Manic Mechanic – With derailleurs and bottom brackets, size does matter

Deus ex machina: Chris Currie

In need of technical assistance? Send your questions to [email protected]. Please include "Manic Mechanic" in the subject line.

Size Matters

I need to replace my rear derailleur. What are the differences between the short/medium/long cage? Does the length of the cage matter that much?

The easy answer is, if you have to ask, get a long cage. A long cage will work in every situation. I’m one of those “teach a guy to fish, so he quits asking me to give him fish” types though, so let’s impart some knowledge.

Understanding the differences in cage length means understanding both things a rear derailleur does. We all know a rear derailleur moves the chain in and out from one cog to another, but the other, equally important thing a derailleur does is move forward and back, taking up chain slack that varies as you change gears. The bigger the difference between the sizes of your gears, the more chain you need your derailleur to be able to take up. The ability of a rear derailleur to handle a range of chain lengths is referred to as the derailleur’s “chain wrap capacity.”

You can calculate your chain wrap capacity by subtracting the number of teeth on your largest front chainring from the number of teeth on your smallest front chainring, doing the same with the gears on your rear cassette, then adding the two values. So necessary chain wrap capacity on a bike with a 44-tooth big ring, 22-tooth small ring, and 11-34-tooth cassette, would work out like this: (44-22) + (34-11) = 45 The longer the cage of a rear derailleur, the more flappy chain it can pull tight, so the wider variance you can have between gears. Sometimes a manufacturer will tell you the chain wrap capacity of their rear derailleur, but the bottom line is you should always be sure you have enough chain to reach every gear combination—even the crossed-up ones you shouldn’t use but might shift into accidentally.

For most mountain triples, that amount of chain requires a long cage rear derailleur, and those work just fine.

So why do people try to use shorter cages? In theory, a medium or short cage derailleur may shift a fraction better because a shorter cage equals a stiffer cage, and they’re slightly less vulnerable to getting smote by rocks and the local flora, so experimentation is fine, provided you’re careful. In fact, most configurations will accept a medium cage rear derailleur, but only if chain length is set up carefully, and you err on the side of leaving more chain than you think you need.

It also helps if you get rid of your biggest or smallest cog to lower that required chain wrap number. For most people, the added risk and configuration challenges aren’t worth the time, making the long cage the go-to option.

“Standards”

There are too many damn “bottom bracket standards!” I can’t keep them straight and I don’t really understand why we need them! Can you set me straight on the difference between BB30 and Press Fit 30, if there is a difference?

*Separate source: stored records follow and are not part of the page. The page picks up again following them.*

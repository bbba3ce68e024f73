"""The command line: instant --help, exit codes, the broken-scenario corpus (status 2, a
short message naming the key, no traceback, no partial output file).  Common practice, no
source."""
from __future__ import annotations

import json
import os
import subprocess
import sys
from pathlib import Path

import pytest

from pulsetherm.tui.cli import main
from pulsetherm_test_systems import SMALL_PULSED_SCENARIO  # tests/_systems.py, by conftest

ROOT = Path(__file__).resolve().parents[1]
EX = ROOT / "examples"

GOOD = SMALL_PULSED_SCENARIO


def test_help_does_not_import_numpy_or_scipy():
    code = ("import sys\nfrom pulsetherm.tui.cli import main\n"
            "try:\n    main(['--help'])\nexcept SystemExit:\n    pass\n"
            "bad = [m for m in ('numpy', 'scipy', 'matplotlib', 'textual') if m in sys.modules]\n"
            "print(bad)\nsys.exit(1 if bad else 0)\n")
    out = subprocess.run([sys.executable, "-c", code], capture_output=True, text=True)
    assert out.returncode == 0, out.stdout + out.stderr
    assert "usage: pulsetherm" in out.stdout


@pytest.mark.parametrize("given", [None, "2"])
def test_the_script_runs_blas_on_one_thread_unless_told(given):
    """The ``pulsetherm`` script (main() on the process's own command line) sets one BLAS
    thread before numpy loads, unless the environment names a count; main() called with
    an argument list (a library call) leaves the environment alone.  Common practice, no
    source."""
    code = ("import os, sys\nfrom pulsetherm.tui.cli import main\n"
            "main(['materials'])\nprint('lib', os.environ.get('OPENBLAS_NUM_THREADS'))\n"
            "sys.argv = ['pulsetherm', 'materials']\nmain()\n"
            "import numpy\nprint('script', os.environ.get('OPENBLAS_NUM_THREADS'))\n")
    env = {k: v for k, v in os.environ.items() if k not in
           ("OPENBLAS_NUM_THREADS", "OMP_NUM_THREADS", "MKL_NUM_THREADS")}
    if given is not None:
        env["OPENBLAS_NUM_THREADS"] = given
    out = subprocess.run([sys.executable, "-P", "-c", code], capture_output=True, text=True,
                         env=env)
    assert out.returncode == 0, out.stderr
    lines = [ln for ln in out.stdout.splitlines() if ln.startswith(("lib ", "script "))]
    assert lines == [f"lib {given}", f"script {given or '1'}"]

Agreed. The word “standard” isn’t necessarily the most accurate way to describe current bottom bracket or headset systems. While the smoke is clearing, never assume any two systems are compatible, let alone synonymous.

A “BB30,” which uses circlips to retain bearings inside the frame’s bottom bracket shell, is not the same as a “Press Fit BB30,” which presses into the frame in a way similar to conventional headset cups. The goal in both cases is the same: bigger diameters equal stiffer structures, which equals more power.

High end road bike manufacturer BH has just developed a BB30 variation that allows extremely light frame designs, and we can probably expect still more systems to appear in the marketplace, because the basic idea behind oversized bottom brackets is sound: bike frames and crankset spindles need the largest surface area possible to ensure maximum power transfer, and the bigger the diameter of the bottom bracket spindle holding the crank arms together and larger the bearings, the more power you can squeeze from every watt being exerted. Plus, you get a stronger and more durable system.

Basically, we’re just using bigger bottom bracket spindles these days, which caused us to find larger bearings, which in turn caused us to need a bigger diameter hole in our frames. Old designs enlarged the spindle, but not the frame, which meant tiny bearings that wore out even faster, but by enlarging that whole bottom part of the frame, we can now fit enormous bearings inside that frame shell, where they’re better protected from the elements and lighter, because neither the cups nor the frame require threads.

Tucking large bearings inside the bottom bracket shell of the frame also allow the frame to be wider in that key area, which makes for a much stiffer overall frame. This is the same thing we saw happening when the industry began to move from smaller diameter steel frame tubing to oversized aluminum tubing. Increasingly lighter materials require larger and larger diameters. That’s what we’re seeing in the current bottom bracket “standards.”